#### Records to process

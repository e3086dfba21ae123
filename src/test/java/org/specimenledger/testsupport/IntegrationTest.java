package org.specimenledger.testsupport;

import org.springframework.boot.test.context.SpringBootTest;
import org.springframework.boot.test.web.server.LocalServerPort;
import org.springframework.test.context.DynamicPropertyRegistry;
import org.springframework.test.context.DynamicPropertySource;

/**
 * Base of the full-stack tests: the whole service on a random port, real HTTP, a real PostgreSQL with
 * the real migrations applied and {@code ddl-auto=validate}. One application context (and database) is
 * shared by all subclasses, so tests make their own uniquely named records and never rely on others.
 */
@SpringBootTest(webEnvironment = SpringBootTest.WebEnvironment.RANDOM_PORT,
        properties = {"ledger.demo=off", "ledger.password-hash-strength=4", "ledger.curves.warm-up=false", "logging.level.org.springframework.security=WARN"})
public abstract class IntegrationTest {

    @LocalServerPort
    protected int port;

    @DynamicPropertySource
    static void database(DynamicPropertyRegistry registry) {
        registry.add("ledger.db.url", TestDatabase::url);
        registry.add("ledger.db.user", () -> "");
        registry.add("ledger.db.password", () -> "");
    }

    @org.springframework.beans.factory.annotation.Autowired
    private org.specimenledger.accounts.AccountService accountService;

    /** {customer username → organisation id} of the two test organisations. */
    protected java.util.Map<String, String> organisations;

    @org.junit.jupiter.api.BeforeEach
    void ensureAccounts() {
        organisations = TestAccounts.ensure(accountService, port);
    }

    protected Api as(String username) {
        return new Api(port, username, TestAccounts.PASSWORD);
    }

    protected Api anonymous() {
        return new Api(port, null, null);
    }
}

########

> **Task objective**:
Begin with the first line of the listing above and write out each line exactly, ending with the line that contains "import org.springframework.boot.test.web.server.LocalServerPort;".

> **Written reply**:
repository e3086dfba21ae123
filename src/test/java/org/specimenledger/testsupport/IntegrationTest.java
package org.specimenledger.testsupport;

import org.springframework.boot.test.context.SpringBootTest;
import org.springframework.boot.test.web.server.LocalServerPort;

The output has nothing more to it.